Étant donné que les personnes âgées ont plus de problèmes de santé et prennent davantage de décisions médicales, elles ont tendance à passer plus de temps à rechercher des informations sur la santé en ligne. Il s’ensuivrait naturellement qu’ils seraient plus susceptibles d’être exposés à des informations médicales erronées. Les chercheurs ont donc examiné les ratios de visites impliquant des informations peu crédibles. Ils ont constaté que ces ratios étaient beaucoup plus élevés pour les personnes âgées.
« La plupart des gens ne visitent pas ce genre de sites Web », a souligné Lyons. « Les visites sont globalement assez rares, mais le type de schémas que nous avons observés dans de nombreuses études de données de trace ont tendance à se reproduire ici. Ce sont les personnes âgées, en particulier, celles qui consomment davantage d'informations partisanes de droite. Nous ne ferions pas nécessairement l'hypothèse d'une telle chose dès le départ. »

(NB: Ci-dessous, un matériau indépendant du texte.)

describe.each(BACKENDS)('tamper evidence on %s', (backend) => {
  let t: TestApp;

  beforeAll(async () => {
    t = await startTestApp(backend);
  });
  afterAll(() => t?.close());

  async function product(code: string) {
    const res = await t.call('POST', '/api/v1/products', { code: `${code}-${backend}`, name: `${code} (test product)` });
    expect(res.status).toBe(201);
    return res.body.id as string;
  }
  const open = async (productId: string, design: unknown = warningDesign, as: 'author' | 'author2' | 'reviewer2' = 'author') =>
    (await t.call('POST', `/api/v1/products/${productId}/calculations`, { title: 'lift screw', design }, { as })).body;
  const verify = async (productId: string) => (await t.call('GET', `/api/v1/products/${productId}/verify`, undefined, { as: 'reviewer' })).body;
  const state = async (revisionId: string) => (await t.call('GET', `/api/v1/revisions/${revisionId}`, undefined, { as: 'reviewer' })).body.review.state;
  async function withTriggersOff(table: string, sql: string, params: unknown[] = []) {
    await t.db.query(`ALTER TABLE ${table} DISABLE TRIGGER USER`);
    try {
      await t.db.query(sql, params);
    } finally {
      await t.db.query(`ALTER TABLE ${table} ENABLE TRIGGER USER`);
    }
  }

  it('a forged closure row does not approve a revision, and verify reports it', async () => {
    const p = await product('FORGE');
    const opened = await open(p);
    const before = await verify(p);
    expect(before).toMatchObject({ valid: true, firstBrokenLink: null });
    // the attacker points a new closure at an existing event (the submission event) and names an approval
    const [submitted] = await t.db.query<{ id: string }>(`SELECT id FROM events WHERE revision_id = $1 AND type = 'revision-submitted'`, [opened.revisionId]);
    await t.db.query(`INSERT INTO revision_closures (revision_id, kind, event_id, actor_id) VALUES ($1, 'approved', $2, $3)`, [opened.revisionId, submitted.id, t.users.reviewer]);
    expect(await state(opened.revisionId)).toBe('submitted');
    // nor does it count as approved anywhere else (the rule-set impact of approved revisions)
    const version = (await t.call('GET', '/api/v1/rule-sets', undefined, { as: 'reviewer' })).body.current;
    const impact = await t.call('POST', `/api/v1/rule-sets/${version}/impact`, { scope: 'approved', productId: p }, { as: 'reviewer' });
    expect(impact.status).toBe(200);
    expect(impact.body.examined).toBe(0);
    const after = await verify(p);
    expect(after.valid).toBe(false);
    expect(after.firstBrokenLink).toMatchObject({ kind: 'closure', id: opened.revisionId, reason: expect.stringContaining('not borne out') });
  });

  it('an erased closure of a real rejection is reported: the decision event has no closure', async () => {
    const p = await product('ERASE');
    const opened = await open(p);
    const rejected = await t.call('POST', `/api/v1/revisions/${opened.revisionId}/decisions`, { decision: 'reject', comment: 'measure the friction' }, { as: 'reviewer' });
    expect(rejected.status).toBe(201);
    expect((await verify(p)).valid).toBe(true);
    await withTriggersOff('revision_closures', `DELETE FROM revision_closures WHERE revision_id = $1`, [opened.revisionId]);
    const after = await verify(p);
    expect(after).toMatchObject({ valid: false, firstBrokenLink: { kind: 'event', id: rejected.body.eventId, seq: rejected.body.seq } });
  });

  it('an author_id edited to pass four-eyes is reported, and four-eyes reads the hashed author', async () => {
    const p = await product('AUTHOR');
    // reviewer2 (reviewer and author) submits, then moves author_id away to approve the revision themself
    const opened = await open(p, warningDesign, 'reviewer2');
    await withTriggersOff('revisions', `UPDATE revisions SET author_id = $2 WHERE id = $1`, [opened.revisionId, t.users.author]);
    const after = await verify(p);
    expect(after).toMatchObject({ valid: false, firstBrokenLink: { kind: 'revision', id: opened.revisionId, reason: 'author_id does not match the hashed author' } });
    const self = await t.call('POST', `/api/v1/revisions/${opened.revisionId}/decisions`, { decision: 'approve', acknowledgements: ACK }, { as: 'reviewer2' });
    expect(self.status).toBe(403);
    expect(self.body.title).toBe('Four-eyes rule');
  });

  it('a renamed product row and an edited calculation title are reported against their registration events', async () => {
    const p = await product('RENAME');
    const opened = await open(p);
    await withTriggersOff('calculations', `UPDATE calculations SET title = 'something else' WHERE id = $1`, [opened.calculationId]);
    expect((await verify(p)).firstBrokenLink).toMatchObject({ kind: 'calculation', id: opened.calculationId });
    const q = await product('RENAME2');
    await withTriggersOff('products', `UPDATE products SET name = 'renamed' WHERE id = $1`, [q]);
    expect((await verify(q)).firstBrokenLink).toMatchObject({ kind: 'product', id: q, seq: 1 });
  });

  it('records and hashes the token id used: a revision and an event edited to another token are reported', async () => {
    const p = await product('TOKEN');
    const opened = await open(p);
    const tokens = (await t.call('GET', `/api/v1/users/${t.users.author}/tokens`, undefined, { as: 'admin' })).body;
    const tokenId = (Array.isArray(tokens) ? tokens : tokens.items)[0].id;
    const rows = await t.db.query<{ token_id: string; link_version: number }>(`SELECT token_id, link_version FROM revisions WHERE id = $1`, [opened.revisionId]);
    expect(rows[0]).toEqual({ token_id: tokenId, link_version: 3 });
    const events = await t.db.query<{ type: string; token_id: string }>(`SELECT type, token_id FROM events WHERE product_id = $1 ORDER BY seq`, [p]);
    expect(events.map((e) => e.type)).toEqual(['product-registered', 'calculation-opened', 'revision-submitted']);
    expect(events.every((e) => e.token_id === tokenId)).toBe(true);
    await withTriggersOff('events', `UPDATE events SET token_id = $2 WHERE revision_id = $1`, [opened.revisionId, randomUUID()]);
    expect((await verify(p)).firstBrokenLink).toMatchObject({ kind: 'event', reason: 'content does not match its hash' });
  });

  it('refuses a decision by an admin token [POST /api/v1/revisions/:id/decisions]', async () => {
    const p = await product('ADMIN');
    const opened = await open(p, clearDesign);
    // an admin who is also a reviewer still cannot decide
    const boss = (await t.call('POST', '/api/v1/users', { name: 'Engineering manager (test)', roles: ['admin', 'reviewer'] }, { as: 'admin' })).body;
    const bossToken = (await t.call('POST', `/api/v1/users/${boss.id}/tokens`, {}, { as: 'admin' })).body.token;
    const before = await countRecords(t.db);
    for (const authorization of [`Bearer ${t.tokens.admin}`, `Bearer ${bossToken}`]) {
      const res = await t.call('POST', `/api/v1/revisions/${opened.revisionId}/decisions`, { decision: 'approve' }, { headers: { authorization } });
      expect(res.status).toBe(403);
    }
    expect(await countRecords(t.db)).toEqual(before);
    expect(await state(opened.revisionId)).toBe('submitted');
  });

  it('refuses a decision with a token the revision\'s author issued (an author who is also an admin)', async () => {
    const p = await product('MINT');
    const both = (await t.call('POST', '/api/v1/users', { name: 'Author with admin rights (test)', roles: ['author', 'admin'] }, { as: 'admin' })).body;
    const bothToken = (await t.call('POST', `/api/v1/users/${both.id}/tokens`, {}, { as: 'admin' })).body.token;
    const as = (token: string) => ({ headers: { authorization: `Bearer ${token}` } });
    const opened = (await t.call('POST', `/api/v1/products/${p}/calculations`, { title: 'minted', design: clearDesign }, as(bothToken))).body;
    // the author mints a token for a real reviewer and decides with it
    const minted = (await t.call('POST', `/api/v1/users/${t.users.reviewer}/tokens`, {}, as(bothToken))).body.token;
    const res = await t.call('POST', `/api/v1/revisions/${opened.revisionId}/decisions`, { decision: 'approve' }, as(minted));
    expect(res.status).toBe(403);
    expect(res.body.detail).toMatch(/issued by another person/);
    // the reviewer's own token (issued from their own session) decides
    const ok = await t.call('POST', `/api/v1/revisions/${opened.revisionId}/decisions`, { decision: 'approve' }, { as: 'reviewer' });
    expect(ok.status).toBe(201);
    expect((await verify(p)).valid).toBe(true);
  });

  it('refuses a revision appended to a colleague\'s calculation (403, nothing stored); an admin reassignment is chained and moves ownership [POST /api/v1/calculations/:id/reassignments]', async () => {
    const p = await product('OWNER');
    const opened = await open(p, clearDesign);
    const url = `/api/v1/calculations/${opened.calculationId}/revisions`;
    const before = await countRecords(t.db);
    const foreign = await t.call('POST', url, { design: clearDesign, note: 'taking it over' }, { as: 'author2' });
    expect(foreign.status).toBe(403);
    expect(foreign.headers['content-type']).toMatch(/problem\+json/);
    expect(await countRecords(t.db)).toEqual(before);
    expect(await state(opened.revisionId)).toBe('submitted');

    const reassignUrl = `/api/v1/calculations/${opened.calculationId}/reassignments`;
    expect((await t.call('POST', reassignUrl, { userId: t.users.author2 }, { as: 'author' })).status).toBe(403);
    const notAuthor = await t.call('POST', reassignUrl, { userId: t.users.reviewer }, { as: 'admin' });
    expect(notAuthor.status).toBe(422);
    expect(notAuthor.body.errors[0].path).toBe('userId');
    expect(await countRecords(t.db)).toEqual(before);

    const moved = await t.call('POST', reassignUrl, { userId: t.users.author2, reason: 'author on leave' }, { as: 'admin' });
    expect(moved.status).toBe(201);
    expect(moved.body).toMatchObject({ owner: { id: t.users.author2 }, previousOwner: { id: t.users.author } });
    const [event] = await t.db.query<{ type: string; actor_id: string; data: { to: { id: string } } }>(`SELECT type, actor_id, data FROM events WHERE id = $1`, [moved.body.eventId]);
    expect(event).toMatchObject({ type: 'calculation-reassigned', actor_id: t.users.admin, data: { to: { id: t.users.author2 } } });
    expect((await t.call('POST', url, { design: clearDesign }, { as: 'author' })).status).toBe(403);
    const taken = await t.call('POST', url, { design: changedDesign(clearDesign, 'continued'), note: 'continued' }, { as: 'author2' });
    expect(taken.status).toBe(201);
    expect(taken.body.revision).toBe(2);
    expect(await verify(p)).toMatchObject({ valid: true, firstBrokenLink: null });
    // the reassignment is in the audit trail
    const trail = await t.call('GET', `/api/v1/products/${p}/audit`, undefined, { as: 'reviewer' });
    expect(trail.body.items.map((i: { type: string }) => i.type)).toContain('calculation-reassigned');
  });
});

Comment les internautes se retrouvent sur des sites Web contenant des informations peu crédibles
Cet aspect des résultats a surpris l'équipe de Lyons, qui a exploré les sites de « référence », ceux qui dirigeaient l'utilisateur vers des URL contenant des informations de santé peu crédibles, pour voir ce qui générait ce trafic.
« Est-ce que les gens effectuent une recherche sur Google ou sont-ils référés via Facebook ? Nous ne voyons pas vraiment cela dans ces données », a déclaré Lyons. « Nous ne voyons pas non plus de personnes être référées par les médias d'information partisans, même s'il s'agit d'une corrélation. Ce que nous avons découvert, du moins dans les données de référence, c'est qu'il s'agit d'un type de chose plus insulaire. Ils les visitent parce qu'ils visitent d'autres sites peu crédibles, ils cliquent dessus et ils passent plus de temps sur ces sites. Ils y accèdent directement. »
Dans une autre découverte, l’équipe a découvert que les personnes qui croyaient déjà à de fausses allégations de santé ou qui avaient des opinions plus conspiratrices étaient plus susceptibles de rencontrer des contenus douteux sur la santé, ce qui indique que l’exposition n’est pas aléatoire.
Cette étude suggère qu'améliorer les environnements d'information sur la santé en ligne et aider les gens à mieux évaluer ce qu'ils rencontrent peut être particulièrement important pour les personnes âgées. Dans le même temps, les résultats montrent qu’il ne s’agit pas simplement d’un problème de « désinformation sur la santé », mais plutôt de quelque chose lié à des modèles plus larges de navigation sur Internet, ce qui rend les solutions plus complexes.